### Task goal
Search the records for the string "dead" and copy every line where it turns up.

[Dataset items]

package job

import (
	"context"
	"errors"
	"io"
	"math"
	"path/filepath"
	"strconv"
	"strings"

	"gatesill/fit"
	"gatesill/fit/plan"
	"gatesill/report"
	"gatesill/report/svg"
	"gatesill/store/record"
)

// PlanRequest is what a plan is asked for; each kind looks at its own part of it.
type PlanRequest struct {
	N, Of, Found                               record.Num // parts
	Bad                                        string     // share ("10%", "0.1") or number of parts ("20"); "": none
	Good, GoodRisk, Risk, Share, Confidence    record.Num // 0..1
	Shift, SD, SigmaKnown, LimitLow, LimitHigh record.Num // V
	Ppk, Expect, K                             record.Num
	Margin                                     record.Amount // V, or % or A of the idle current
	From                                       string        // lot of the store; "": none
	Output                                     string        // file to draw in; "": none
	Fail                                       bool          // accept: [ExitNo] when the lot is not accepted; undecided is no such answer
}

// Plan answers how many parts to measure for a purpose: find, shift, same, cover,
// capability or accept.
func Plan(ctx context.Context, env *Env, kind string, rq PlanRequest) error {
	if rq.Output != "" && rq.Output != "-" && strings.ToLower(filepath.Ext(rq.Output)) != ".svg" {
		return Usage("-o plan.svg", "-o %s: the operating characteristic is drawn as .svg", rq.Output)
	}
	if rq.Fail && rq.From == "" {
		return Usage("--from LOT", "--fail: no lot to decide on")
	}
	if rq.From == "" && (rq.LimitLow.IsKnown() || rq.LimitHigh.IsKnown()) {
		return Usage("--from LOT", "--limit-low, --limit-high: no lot to hold against them")
	}
	if rq.N.IsKnown() && rq.N.Float() == 0 {
		return Usage("--n 20", "--n: 0 parts show nothing")
	}
	for _, v := range []float64{rq.Shift.Float(), rq.SD.Float(), rq.SigmaKnown.Float(), voltsOf(rq.Margin)} {
		if v > record.GreatestShift {
			return Usage("50 mV is written 50mV: M is mega, m is milli", "%s of gate voltage is more than any", report.FormatGiven(v, "V"))
		}
		if v >= bareVolts {
			env.warn("%s of gate voltage: a bare number is in volts, 50 mV is written 50mV", report.FormatGiven(v, "V"))
		}
	}
	var from *report.Sheet
	if rq.From != "" {
		s, err := env.Sheet(ctx, rq.From, SheetOptions{Method: "auto", ReadOnly: true})
		if err != nil {
			return err
		}
		from = &s
	}
	a, err := env.answer(kind, rq, from)
	if err != nil {
		return planFailure(kind, err)
	}
	if from != nil {
		env.tellPlanning(kind, from)
	}
	if rq.Output != "" {
		if acc, ok := a.(*plan.Accept); ok {
			draw := func(w io.Writer) error {
				return svg.Operating(w, acc, svg.Frame{ID: "oc", Standalone: true})
			}
			if err := env.WriteFile(rq.Output, draw); err != nil || rq.Output == "-" {
				return err
			}
			defer env.talk("operating characteristic: %s", report.Clean(rq.Output))
		}
	}
	if env.JSON {
		err = report.PlanJSON(env.Out, a)
	} else {
		err = report.PlanTable(env.Out, a, env.style())
	}
	if acc, ok := a.(*plan.Accept); ok && err == nil && rq.Fail {
		switch acc.Decision {
		case plan.NotAccepted:
			return &Failure{Code: ExitNo}
		case plan.Undecided:
			env.warn("--fail: nothing was decided about lot %s, and that is no refusal: exit code 0", report.Clean(rq.From))
		}
	}
	return err
}

func voltsOf(a record.Amount) float64 {
	if a.Unit != "V" {
		return math.NaN()
	}
	return a.Value
}

// planFailure tells an input that nothing can be planned with by its flag.
func planFailure(kind string, err error) error {
	var bad *plan.Invalid
	if errors.As(err, &bad) {
		return Usage(bad.Hint, "plan %s: --%s: %s", kind, bad.Input, bad.Why)
	}
	return err
}

func (e *Env) answer(kind string, rq PlanRequest, from *report.Sheet) (plan.Answer, error) {
	or := func(n record.Num, otherwise float64) float64 {
		if x, ok := n.Get(); ok {
			return x
		}
		return otherwise
	}
	whole := func(n record.Num) int { return int(min(or(n, 0), 1e9)) }
	n := whole(rq.N)
	switch kind {
	case "find":
		r := plan.FindRequest{Of: whole(rq.Of), Confidence: 1 - or(rq.Risk, 0.05), N: n, Found: whole(rq.Found)}
		if from != nil && !rq.Of.IsKnown() {
			q, ok := from.Lot.Quantity.Get()
			if !ok {
				return nil, Usage("gatesill lot edit "+Quote(from.Lot.Name)+" --quantity 200, or --of 200", "lot %q: how many parts it has is not known", from.Lot.Name)
			}
			r.Of = int(min(q, 1e9))
		}
		if rq.Of.IsKnown() && r.Of == 0 {
			return nil, &plan.Invalid{Input: "of", Why: "0: a lot has parts", Hint: "--of 200"}
		}
		var err error
		if r.Bad, r.BadCount, err = badParts(rq.Bad); err != nil {
			return nil, err
		}
		return answered(plan.ToFind(r))
	case "shift":
		r := plan.ShiftRequest{Shift: rq.Shift.Float(), SD: rq.SD.Float(), Risk: or(rq.Risk, 0.2), Confidence: or(rq.Confidence, 0.95), N: n}
		if from != nil && !rq.SD.IsKnown() {
			r.Lot = sampleOf(from, from.SortedBy)
			r.SD = r.Lot.SD
			if err := hasSpread(r.Lot); err != nil {
				return nil, err
			}
		}
		return answered(plan.ToSee(r))
	case "same":
		r := plan.SameRequest{Shift: rq.Shift.Float(), SD: rq.SD.Float(), Risk: or(rq.Risk, 0.2), N: n}
		var err error
		if r.Margin, err = e.marginVolts(rq.Margin, from); err != nil {
			return nil, err
		}
		if from != nil && !rq.SD.IsKnown() {
			r.Lot = sampleOf(from, from.SortedBy)
			r.SD = r.Lot.SD
			if err := hasSpread(r.Lot); err != nil {
				return nil, err
			}
		}
		return answered(plan.ToShowSame(r))
	case "cover":
		r := plan.CoverRequest{Share: or(rq.Share, 0.95), Confidence: or(rq.Confidence, 0.95), N: n}
		if from != nil {
			r.Lot = sampleOf(from, from.SortedBy)
			if err := ownNumber(n, r.Lot); err != nil {
				return nil, err
			}
			r.N = r.Lot.N
		}
		return answered(plan.ToCover(r))
	case "capability":
		r := plan.CapabilityRequest{Target: or(rq.Ppk, 1.33), Expected: rq.Expect.Float(), Confidence: or(rq.Confidence, 0.95), N: n, Low: rq.LimitLow.Float(), High: rq.LimitHigh.Float()}
		if from != nil {
			r.Lot = sampleOf(from, fit.KeyVgsth)
			if err := ownNumber(n, r.Lot); err != nil {
				return nil, err
			}
			r.N = r.Lot.N
			if r.Low, r.High = planLimits(from, rq, r.Lot.Mean); math.IsNaN(r.Low) && math.IsNaN(r.High) {
				return nil, Usage("gatesill lot edit "+Quote(from.Lot.Name)+" --vgsth-min 2 --vgsth-max 4, or --limit-low and --limit-high", "lot %q: no limit of its part is known for V_GS(th) at %s", from.Lot.Name, report.FormatGiven(from.TestCurrent, "A"))
			}
		}
		return answered(plan.ToBeCapable(r))
	case "accept":
		r := plan.AcceptRequest{
			Good: rq.Good.Float(), GoodRisk: or(rq.GoodRisk, 0.05), Bad: math.NaN(), Risk: or(rq.Risk, 0.1), KnownSigma: rq.SigmaKnown.Float(),
			N: n, K: rq.K.Float(), Low: rq.LimitLow.Float(), High: rq.LimitHigh.Float(),
		}
		bad, number, err := badParts(rq.Bad)
		switch {
		case err != nil:
			return nil, err
		case number > 0:
			return nil, &plan.Invalid{Input: "bad", Why: rq.Bad + " is no share", Hint: "--bad 5%"}
		}
		r.Bad = bad
		if from != nil {
			r.Lot = sampleOf(from, fit.KeyVgsth)
			r.Low, r.High = planLimits(from, rq, r.Lot.Mean)
		}
		return answered(plan.ToAccept(r))
	}
	return nil, Usage("gatesill plan --help", "plan %s: no such kind", kind)
}

// answered keeps a nil pointer from becoming an answer.
func answered[A plan.Answer](a A, err error) (plan.Answer, error) {
	if err != nil {
		return nil, err
	}
	return a, nil
}

// badParts reads a share of bad parts, or a number of them: "10%" and "0.1" are
// shares, 1 and more are numbers.
func badParts(text string) (share float64, number int, err error) {
	if text == "" {
		return math.NaN(), 0, nil
	}
	head, percent := strings.CutSuffix(strings.TrimSpace(text), "%")
	x, err := strconv.ParseFloat(strings.TrimSpace(head), 64)
	switch {
	case err != nil || math.IsInf(x, 0) || math.IsNaN(x):
		return 0, 0, &plan.Invalid{Input: "bad", Why: strconv.Quote(text) + " is neither a share nor a number of parts", Hint: "--bad 10%, or --bad 20 --of 200"}
	case percent:
		return x / 100, 0, nil
	case x >= 1 && x != math.Trunc(x):
		return 0, 0, &plan.Invalid{Input: "bad", Why: text + " is no whole number of parts", Hint: "--bad " + strconv.FormatFloat(math.Ceil(x), 'f', -1, 64) + ", or a share: --bad " + head + "%"}
	case x >= 1:
		return math.NaN(), int(min(x, 1e9)), nil
	}
	return x, 0, nil
}

// sampleOf is what is known of one quantity of a lot; controls and what has no
// value are not in it.
func sampleOf(s *report.Sheet, key fit.Key) plan.Lot {
	var values []float64
	for i := range s.Devices {
		d := &s.Devices[i]
		if d.State() != fit.Measured || d.Role == record.Control {
			continue
		}
		if q := d.Result.At(key); q.Ok() {
			values = append(values, q.Value)
		}
	}
	l := plan.LotOf(s.Lot.Name, values)
	l.Of, l.Mixed = report.KeyOf(key).Symbol, s.Spread.Populations > 1
	return l
}

func hasSpread(l plan.Lot) error {
	if l.N < 2 || !(l.SD > 0) {
		return failed("--sd 80mV", "lot %q: %s with a value have no standard deviation", l.Name, count(l.N, "device"))
	}
	return nil
}

// ownNumber refuses a number of parts beside a lot that has its own.
func ownNumber(n int, l plan.Lot) error {
	if n > 0 {
		return Usage("leave --n out, or --from", "--n: lot %q has its own number, %s with a value", l.Name, count(l.N, "device"))
	}
	if l.N < 2 {
		return failed("gatesill spread "+Quote(l.Name), "lot %q: %s with a value, 2 are needed", l.Name, count(l.N, "device"))
	}
	return nil
}

// planLimits are the limits given, else those of the part, with the sign of the
// values they are for.
func planLimits(s *report.Sheet, rq PlanRequest, mean float64) (low, high float64) {
	low, high = limitsOf(s, fit.KeyVgsth)
	if rq.LimitLow.IsKnown() || rq.LimitHigh.IsKnown() {
		low, high = rq.LimitLow.Float(), rq.LimitHigh.Float()
	}
	if low == 0 && high == 0 {
		return math.NaN(), math.NaN()
	}
	// Data sheets of p-channel parts give the limits with or without a sign.
	if s.Part.Channel == record.PChannel && mean < 0 && !(low < 0) && !(high < 0) {
		low, high = -high, -low
	}
	if low > high {
		low, high = high, low
	}
	return low, high
}

// marginVolts is a margin in volts of gate bias, NaN for none; one of the idle
// current is turned by the transconductance of a lot, which also may have a margin
// stored.
func (e *Env) marginVolts(m record.Amount, s *report.Sheet) (float64, error) {
	stored := m.Unit == "" && s != nil
	if stored {
		m = s.Lot.Margin
	}
	switch {
	case m.Unit == "":
		return math.NaN(), nil
	case s == nil && m.Unit != "V":
		return 0, Usage("--margin 50mV, or --from LOT whose transconductance tells the volts", "--margin %s: of the idle current of which lot?", report.AmountWords(m))
	case s == nil:
		return m.Value, nil
	}
	volts, how, err := inVolts(s, m, record.Num{}, stored)
	if err == nil && how != "" {
		e.talk("margin: %s", report.Clean(how))
	}
	return volts, err
}

// tellPlanning warns of what in a lot does not fit what is planned with.
func (e *Env) tellPlanning(kind string, s *report.Sheet) {
	switch kind {
	case "find":
		return
	case "shift", "same":
		if s.Spread.Populations > 1 {
			e.warn("lot %s looks like two populations: its standard deviation is not that of one [%s]", report.Clean(s.Lot.Name), fit.CodeTwoPopulations)
		}
		return
	}
	dead := 0
	for i := range s.Devices {
		d := &s.Devices[i]
		switch d.State() {
		case fit.Above, fit.Open, fit.Shorted, fit.WrongWayRound:
			if d.Role != record.Control {
				dead++
			}
		}
	}
	if dead > 0 {
		e.warn("%s of lot %s without a value (open, shorted, above the range): not in these numbers, count them as bad", count(dead, "device"), report.Clean(s.Lot.Name))
	}
}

### Your solution
	dead := 0
				dead++
	if dead > 0 {
		e.warn("%s of lot %s without a value (open, shorted, above the range): not in these numbers, count them as bad", count(dead, "device"), report.Clean(s.Lot.Name))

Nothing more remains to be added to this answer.